# Rave Fudge Blend



## Caffeinated_fiend (Apr 15, 2020)

Hi all,

Recently got into the world of Espresso by buying a Sage Barista Pro, the first beans I ordered were the Rave fudge blend, my usual go to drink is an Americano, usually about one a day as I don't have the greatest caffeine tolerance. I bought the rave as I would like to get better at making milk based drinks.

Is the rave blend one that you can drink as an Americano, the reason I ask is that I have played around with different brew times and even tried the straight espresso a few times but the taste of the espresso is always bitter.

I am dosing 18g in and usually going for 36g out but sometimes hit 40g, I have tried 24 seconds 27 and 33. Is this a bad bean to try and taste as espresso?

I love the hobby but, as someone who hasn't got a great tolerance two 18g shots and 30 mins later I have the shakes so it's not easy for me to get dialled in. I have some decaf that I am resting ready to try and maybe that will be better for use an an Americano. In fairness though I have not tried the Rave as an Americano I have been making small say 170ml flat whites, where it has tasted fine but I haven't really tasted anything other than the milk flavour.


----------



## Rob1 (Apr 9, 2015)

You can drink anything as an Americano. If you can make espresso with it you can use it in milk drinks or dilute it with water if you want.

Sourness and bitterness can sometimes be confused for some reason, so as patronising as this sounds, are you sure it's bitterness you're tasting?

Bitterness can be a result of poor puck prep and channeling, or it could be from excessive silt in the cup.

I wouldn't expect the grinder on the Pro to be particularly capable of achieving high extractions at low ratios, so would think bitterness would either be a result of silt or it's not bitterness at all but sourness from underextraction.

You might have better results with a higher ratio, or a higher ratio and coarser grind. See first if the espresso improves with a higher ratio, say a 45-54g shot from the same dose. If it is very bitter then grind coarser and aim for 45g (1:2.5) or 54g (1:3). I think most likely you'll get better results with the coarser grind.


----------



## Caffeinated_fiend (Apr 15, 2020)

Rob1 said:


> You can drink anything as an Americano. If you can make espresso with it you can use it in milk drinks or dilute it with water if you want.
> 
> Sourness and bitterness can sometimes be confused for some reason, so as patronising as this sounds, are you sure it's bitterness you're tasting?
> 
> ...


 Hi, thanks for the reply,

I'm 90% sure it is bitterness as it's not a mouth puckering type sour sweet taste it's a strong bitter taste, I think. The reason I asked about the Fudge blend as an Americano is that I thought that when they suggest milk it's usually to hide some bitterness in the cup.

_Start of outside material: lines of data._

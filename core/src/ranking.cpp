#include "tailwise/ranking.h"

#include <boost/math/distributions/normal.hpp>

#include <algorithm>
#include <cassert>
#include <cmath>
#include <numeric>

namespace tailwise {

double fz0Score(double loss, double var, double es, double alpha)
{
    assert(es > 0.0 && alpha > 0.0 && alpha < 1.0);
    const double hit = loss >= var ? (loss - var) / (alpha * es) : 0.0;
    return hit + var / es + std::log(es) - 1.0;
}

int neweyWestLag(int t)
{
    int lag = 0;
    while (static_cast<long long>(lag + 1) * (lag + 1) * (lag + 1) <= t)
        ++lag;
    return lag;
}

DieboldMariano dieboldMariano(std::span<const double> d)
{
    assert(!d.empty());
    DieboldMariano out;
    const int n = static_cast<int>(d.size());
    out.lag = neweyWestLag(n);
    const double mean = std::accumulate(d.begin(), d.end(), 0.0) / n;
    auto gamma = [&](int l) {
        double s = 0.0;
        for (int t = l; t < n; ++t)
            s += (d[static_cast<std::size_t>(t)] - mean) * (d[static_cast<std::size_t>(t - l)] - mean);
        return s / n;
    };
    double v = gamma(0);
    for (int l = 1; l <= out.lag; ++l)
        v += 2.0 * (1.0 - static_cast<double>(l) / (out.lag + 1)) * gamma(l);
    if (!(v > 0.0) || !std::isfinite(v))
        return out;
    out.statistic = mean / std::sqrt(v / n);
    out.pValue = 2.0 * boost::math::cdf(boost::math::complement(boost::math::normal(), std::abs(out.statistic)));
    return out;
}

Result<std::vector<RankingRow>> rankByFz0(std::span<const RankingInput> models, double confidence)
{
    if (models.empty())
        return fieldError(ErrorKind::Assumption, "compare", "no model to rank");
    const double alpha = 1.0 - confidence;
    const std::size_t days = models.front().losses.size();
    std::vector<std::vector<double>> scores;
    for (const auto &m : models) {
        if (m.losses.size() != days || m.vars.size() != days || m.ess.size() != days || days == 0)
            return fieldError(ErrorKind::Assumption, "compare",
                              "the models were not backtested over the same days (" + m.model + ")");
        std::vector<double> s(days);
        for (std::size_t t = 0; t < days; ++t) {
            if (!(m.ess[t] > 0.0))
                return fieldError(ErrorKind::Assumption, "compare",
                                  "the " + m.model + " model's ES on tested day " + std::to_string(t + 1)
                                      + " is not positive, so its FZ0 score (which takes ln ES) is not defined");
            s[t] = fz0Score(m.losses[t], m.vars[t], m.ess[t], alpha);
        }
        scores.push_back(std::move(s));
    }
    std::vector<RankingRow> rows(models.size());
    std::size_t best = 0;
    for (std::size_t k = 0; k < models.size(); ++k) {
        rows[k].model = models[k].model;
        rows[k].fz0 = std::accumulate(scores[k].begin(), scores[k].end(), 0.0) / static_cast<double>(days);
        if (rows[k].fz0 < rows[best].fz0)
            best = k;
    }
    std::vector<double> d(days);
    for (std::size_t k = 0; k < models.size(); ++k) {
        if (k == best)
            continue;
        for (std::size_t t = 0; t < days; ++t)
            d[t] = scores[k][t] - scores[best][t];
        const DieboldMariano dm = dieboldMariano(d);
        rows[k].dmStatistic = dm.statistic;
        rows[k].dmPValue = dm.pValue;
    }
    std::vector<std::size_t> order(models.size());
    std::iota(order.begin(), order.end(), 0);
    std::stable_sort(order.begin(), order.end(), [&](std::size_t a, std::size_t b) { return rows[a].fz0 < rows[b].fz0; });
    std::vector<RankingRow> sorted;
    for (std::size_t k : order)
        sorted.push_back(rows[k]);
    return sorted;
}

} // namespace tailwise
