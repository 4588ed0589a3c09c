#include "tailwise/risk.h"

#include "tailwise/estimate.h"
#include "tailwise/returns.h"

#include <cmath>

namespace tailwise {

namespace {

// Fills the fields that follow from exposures, moments and assumptions alone.
void fillFigures(RiskReport &report, const Eigen::VectorXd &exposures, const Eigen::MatrixXd &cov,
                 const Eigen::VectorXd &mean)
{
    const auto &a = report.assumptions;
    const double h = static_cast<double>(a.horizonDays);
    report.exposures = exposures;
    report.portfolioValue = exposures.sum();
    const double variance = std::max(0.0, exposures.dot(cov * exposures));
    report.oneDay = HorizonMoments{exposures.dot(mean), std::sqrt(variance)};
    report.horizon = HorizonMoments{h * report.oneDay.mean, std::sqrt(h) * report.oneDay.sd};
    report.figures = normalVarEs(report.horizon, a.confidence);
    if (report.portfolioValue != 0.0) {
        report.varFraction = report.figures.var / report.portfolioValue;
        report.esFraction = report.figures.es / report.portfolioValue;
    } else {
        report.warnings.push_back("the portfolio's net value is zero: VaR and ES cannot be given as a share of it");
    }
    if (report.oneDay.sd == 0.0)
        report.warnings.push_back("the portfolio's P&L has zero variance over the window: VaR reflects the mean only");

    const Contributions c = normalContributions(exposures, cov, mean, a.horizonDays, a.confidence);
    report.undiversifiedVar = c.undiversifiedVar;
    report.diversificationBenefit = c.diversificationBenefit;
    for (std::size_t i = 0; i < report.holdings.size(); ++i) {
        auto &hr = report.holdings[i];
        const auto k = static_cast<Eigen::Index>(i);
        hr.exposure = exposures(k);
        if (report.portfolioValue != 0.0)
            hr.weight = exposures(k) / report.portfolioValue;
        hr.dailyVolatility = std::sqrt(std::max(0.0, cov(k, k)));
        hr.marginalVar = c.marginalVar(k);
        hr.componentVar = c.componentVar(k);
        if (report.figures.var != 0.0)
            hr.componentShare = c.componentVar(k) / report.figures.var;
        hr.componentEs = c.componentEs(k);
        hr.standaloneVar = c.standaloneVar(k);
        hr.standaloneEs = c.standaloneEs(k);
    }
    if (report.figures.var <= 0.0)
        report.warnings.push_back("the expected gain over the horizon exceeds the loss quantile: VaR is zero or negative "
                                  "(no loss is expected at this confidence)");
}

} // namespace

Result<RiskReport> computeRisk(const PriceHistory &prices, const Holdings &holdings, const Assumptions &assumptions)
{
    if (auto ok = validate(assumptions); !ok)
        return ok.error();
    if (holdings.empty())
        return fieldError(ErrorKind::InsufficientData, "holdings", "the portfolio has no holdings");
    if (auto ok = checkHoldings(holdings, prices); !ok)
        return ok.error();
    auto window = selectWindow(prices, assumptions.returns, assumptions.window);
    if (!window)
        return window.error();

    // Only the held assets enter the estimate, in holdings order.
    const Eigen::Index n = static_cast<Eigen::Index>(holdings.size());
    Eigen::MatrixXd held(window.value().returns.rows(), n);
    Eigen::VectorXd exposures(n);
    RiskReport report;
    report.assumptions = assumptions;
    report.holdings.resize(holdings.size());
    for (Eigen::Index i = 0; i < n; ++i) {
        const auto &h = holdings[static_cast<std::size_t>(i)];
        held.col(i) = window.value().returns.col(prices.assetIndex(h.asset));
        exposures(i) = holdingExposure(h, prices);
        auto &hr = report.holdings[static_cast<std::size_t>(i)];
        hr.asset = h.asset;
        hr.price = h.value ? 0.0 : holdingPrice(h, prices);
        hr.quantity = h.value ? 0.0 : h.quantity;
    }
    report.windowReturns = static_cast<int>(held.rows());
    report.windowFirst = window.value().firstDate;
    report.windowLast = window.value().lastDate;
    report.warnings = prices.warnings;
    if (held.rows() <= n)
        report.warnings.push_back("the window has " + std::to_string(held.rows()) + " returns for " + std::to_string(n)
                                  + " holdings: the covariance is singular and the figures rest on too little data");
    report.moments = estimateMoments(held, assumptions.estimator, assumptions.lambda, assumptions.mean);
    report.warnings.insert(report.warnings.end(), report.moments.warnings.begin(), report.moments.warnings.end());
    fillFigures(report, exposures, report.moments.covariance, report.moments.mean);
    report.windowReturnsMatrix = std::move(held);
    return report;
}

Result<RiskReport> computeSinglePositionRisk(const SinglePosition &position, const Assumptions &assumptions)
{
    if (auto ok = validate(assumptions); !ok)
        return ok.error();
    // Express the position as one asset with daily moments S/√N and M/N, so that the general
    // path gives σ_h = S√(H/N)·|V| and μ_h = M·H/N·V (parametric.h).
    auto moments = singlePositionMoments(position, 1, assumptions.daysPerYear);
    if (!moments)
        return moments.error();
    RiskReport report;
    report.assumptions = assumptions;
    report.holdings.resize(1);
    report.holdings[0].asset = "position";
    const double n = static_cast<double>(assumptions.daysPerYear);
    Eigen::MatrixXd cov(1, 1);
    cov(0, 0) = position.annualVolatility * position.annualVolatility / n;
    Eigen::VectorXd mean(1);
    mean(0) = position.annualDrift / n;
    Eigen::VectorXd e(1);
    e(0) = position.value;
    report.moments.covariance = cov;
    report.moments.mean = mean;
    fillFigures(report, e, cov, mean);
    return report;
}

} // namespace tailwise
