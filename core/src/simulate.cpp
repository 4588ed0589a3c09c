#include "tailwise/simulate.h"

#include "tailwise/allocation.h"
#include "tailwise/historical.h"
#include "tailwise/studentt.h"

#include <Eigen/Cholesky>
#include <Eigen/Eigenvalues>

#include <algorithm>
#include <atomic>
#include <bit>
#include <cassert>
#include <cmath>
#include <numbers>
#include <random>
#include <span>
#include <thread>
#include <vector>

namespace tailwise {

namespace {

std::uint64_t splitMix64(std::uint64_t x)
{
    x += 0x9e3779b97f4a7c15ULL;
    x = (x ^ (x >> 30)) * 0xbf58476d1ce4e5b9ULL;
    x = (x ^ (x >> 27)) * 0x94d049bb133111ebULL;
    return x ^ (x >> 31);
}

// The ziggurat of Marsaglia & Tsang (2000), "The Ziggurat Method for Generating Random Variables",
// J. Statistical Software 5(8) (mem): the area under f(x) = exp(−x²/2), x ≥ 0, is cut into 256
// layers of equal area v — a base strip of width v/f(r) holding the tail beyond r, and 255
// rectangles of widths x₁ = r > x₂ > … > x₂₅₅ — so that most draws need one random word, a table
// look-up and a comparison. r is found here by bisection so that the layers close exactly at the
// top (f(x₂₅₅) + v/x₂₅₅ = 1); it comes out at 3.6541528853610088, the published value for 256
// layers. The table is built once, from <cmath> alone, so every platform draws the same numbers.
struct Ziggurat {
    static constexpr int layers = 256;
    double r = 0.0;
    double x[layers + 1]; // x[0] = v/f(r) (base strip), x[1] = r, …, x[256] = 0
    double fx[layers + 1];

    static double f(double v) { return std::exp(-0.5 * v * v); }

    // f(x_{N−1}) + v/x_{N−1} − 1 for a trial r: positive when r is too small.
    static double closure(double trial, double *widths)
    {
        const double v = trial * f(trial) + std::sqrt(0.5 * std::numbers::pi) * std::erfc(trial / std::sqrt(2.0));
        double w = trial;
        if (widths) {
            widths[0] = v / f(trial);
            widths[1] = trial;
        }
        for (int i = 1; i < layers - 1; ++i) {
            const double y = f(w) + v / w;
            if (y >= 1.0)
                return 1.0 + (layers - 1 - i); // closed too early: r is too small
            w = std::sqrt(-2.0 * std::log(y));
            if (widths)
                widths[i + 1] = w;
        }
        return f(w) + v / w - 1.0;
    }

    Ziggurat()
    {
        double lo = 2.0, hi = 5.0;
        for (int k = 0; k < 200; ++k) {
            const double mid = 0.5 * (lo + hi);
            (closure(mid, nullptr) > 0.0 ? lo : hi) = mid;
        }
        r = lo;
        closure(r, x);
        x[layers] = 0.0;
        for (int i = 0; i <= layers; ++i)
            fx[i] = f(x[i]);
        fx[0] = f(r); // the base strip's top is f(r) (only the wedge test of layers ≥ 1 reads fx)
    }
};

I have made some nice long blacks with the machine so far, that tasted nice and didn't have any bitterness or sourness. I will at some point upgrade the grinder.

I have been getting better at tamping and distribution. I have been breaking up any clumps and using a dosing funnel to get the coffee in the portafilter without spilling any out.

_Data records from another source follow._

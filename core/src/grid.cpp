#include "tailwise/grid.h"

#include <cmath>

namespace tailwise {

RiskGrid normalRiskGrid(HorizonMoments oneDay, std::vector<int> horizons, std::vector<double> confidences)
{
    RiskGrid grid;
    grid.horizons = std::move(horizons);
    grid.confidences = std::move(confidences);
    grid.var.reserve(grid.horizons.size() * grid.confidences.size());
    grid.es.reserve(grid.var.capacity());
    for (int h : grid.horizons) {
        const HorizonMoments m{oneDay.mean * h, oneDay.sd * std::sqrt(static_cast<double>(h))};
        for (double c : grid.confidences) {
            const VarEs f = normalVarEs(m, c);
            grid.var.push_back(f.var);
            grid.es.push_back(f.es);
        }
    }
    return grid;
}

std::optional<double> normalVarTurningHorizon(HorizonMoments oneDay, double confidence)
{
    if (!(oneDay.mean > 0.0) || !(oneDay.sd > 0.0) || !(confidence > 0.5 && confidence < 1.0))
        return std::nullopt;
    const double root = normalQuantile(confidence) * oneDay.sd / (2.0 * oneDay.mean);
    const double h = root * root;
    if (!std::isfinite(h))
        return std::nullopt;
    return h;
}

} // namespace tailwise
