#include "tailwise/returns.h"

namespace tailwise {

Eigen::MatrixXd computeReturns(const Eigen::MatrixXd &prices, ReturnType type)
{
    const Eigen::Index t = prices.rows();
    if (t < 2)
        return Eigen::MatrixXd(0, prices.cols());
    const auto now = prices.bottomRows(t - 1).array();
    const auto before = prices.topRows(t - 1).array();
    if (type == ReturnType::Log)
        return (now / before).log().matrix();
    return (now / before - 1.0).matrix();
}

Result<ReturnWindow> selectWindow(const PriceHistory &history, ReturnType type, std::optional<int> window)
{
    const int available = history.dayCount() - 1;
    if (available < 2)
        return fieldError(ErrorKind::InsufficientData, "window",
                          "the price history has " + std::to_string(history.dayCount())
                              + " days: at least 3 are needed for 2 returns");
    const int n = window.value_or(available);
    if (n < 2)
        return fieldError(ErrorKind::Assumption, "window",
                          "expected at least 2 returns in the window, found " + std::to_string(n));
    if (n > available)
        return fieldError(ErrorKind::Assumption, "window",
                          "the window asks for " + std::to_string(n) + " returns but the price history has only "
                              + std::to_string(available) + " (one fewer than its " + std::to_string(history.dayCount()) + " days)");
    ReturnWindow out;
    const Eigen::Index first = history.prices.rows() - (n + 1);
    out.returns = computeReturns(history.prices.middleRows(first, n + 1), type);
    out.firstDate = history.dates[static_cast<std::size_t>(first + 1)];
    out.lastDate = history.dates.back();
    if (n <= history.assetCount())
        out.warnings.push_back("the window has " + std::to_string(n) + " returns for " + std::to_string(history.assetCount())
                               + " assets: the covariance is singular and the figures rest on too little data");
    return out;
}

} // namespace tailwise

I will give the higher ratio a go


----------



## Rob1 (Apr 9, 2015)

Caffeinated_fiend said:


> Hi, thanks for the reply,
> 
> I'm 90% sure it is bitterness as it's not a mouth puckering type sour sweet taste it's a strong bitter taste, I think. The reason I asked about the Fudge blend as an Americano is that I thought that when they suggest milk it's usually to hide some bitterness in the cup.
> 
> ...


 Ok, skip straight to coarser grind higher ratio. You might find a lower dose helps too if you're overfilling the basket. If you don't get bitterness after diluting shots with a small amount of water (as in your long blacks) it could just be the shots were too concentrated for you.


----------



## Caffeinated_fiend (Apr 15, 2020)

Rob1 said:


> Ok, skip straight to coarser grind higher ratio. You might find a lower dose helps too if you're overfilling the basket. If you don't get bitterness after diluting shots with a small amount of water (as in your long blacks) it could just be the shots were too concentrated for you.


 I haven't tried the caffeinated Rave fudge yet again today as I have some Rave Decaf Swiss Guatemala, this coffee needs a finer grind that anything else I have yet tried. Even supermarket beans were fine at 3.

At grind 4 I got 40g out in 20 seconds, so I changed the hopper 2 settings finer from the default 6 to 4, then I tried again;

At grind 6 I got 38.5g in 27 seconds, I turned this into a long black but it tasted quite watery with 280ml of added water.


----------